Evidence-Based Answer
For patients with type 2 diabetes, regular insulin and short-acting insulin analogues are equally effective in the treatment of diabetes and in lowering A1C levels. For patients with type 1 diabetes, short-acting analogues produce a slightly greater reduction of A1C levels than regular insulin. Regular insulin and short-acting insulin cause hypoglycemia at similar rates. No studies have compared the effects of regular insulin and insulin analogues on the long-term complications of diabetes.1
Practice Pointers
Six to 7 million people use insulin or insulin analogues2 in the United States. Patients with type 2 diabetes who maintain tight glucose control have fewer microvascular complications.3 There are many options for the management of insulin in patients with type 1 or type 2 diabetes mellitus.
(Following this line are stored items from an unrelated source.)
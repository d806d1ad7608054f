"""Speed of the clock Monte Carlo (target: 100,000 built clocks in under 2 s).

Run:  python tests/bench/bench_clock.py [--samples N] [--machine NAME] [--repeat K]

Times ``monte_carlo`` alone (the figures of every built clock, percentiles
included), best of K runs, and prints samples per second.
"""

from __future__ import annotations

import argparse
import sys
import time
from pathlib import Path

sys.path.insert(0, str(Path(__file__).resolve().parents[2]))

from emu import load_machine  # noqa: E402
from emu.timing import monte_carlo, timing_model  # noqa: E402

TARGET_S = 2.0


def main() -> int:
    parser = argparse.ArgumentParser(description=__doc__.splitlines()[0])
    parser.add_argument("--samples", type=int, default=100_000)
    parser.add_argument("--machine", default="ref8")
    parser.add_argument("--repeat", type=int, default=5)
    args = parser.parse_args()
    model = timing_model(load_machine(args.machine))
    best = float("inf")
    for seed in range(args.repeat):
        start = time.perf_counter()
        monte_carlo(model, args.samples, seed=seed).summary()
        best = min(best, time.perf_counter() - start)
    verdict = "ok" if args.samples < 100_000 or best * 100_000 / args.samples < TARGET_S else "TOO SLOW"
    print(f"monte carlo, {args.machine}: {args.samples:,} samples in {best:.3f} s "
          f"(best of {args.repeat}; {args.samples / best:,.0f} samples/s; target < {TARGET_S} s per 100,000) {verdict}")
    return 0


if __name__ == "__main__":
    sys.exit(main())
Insulin therapy consists of prandial (bolus) insulin, basal insulin, and correction-dose insulin.4 There are four main types of insulin used for glycemic control: immediate-acting, rapid-acting, intermediate-acting, and long-acting (see accompanying table). Immediate- and rapid-acting insulins are used as bolus insulins; intermediate- and long-acting insulins are used as basal insulins.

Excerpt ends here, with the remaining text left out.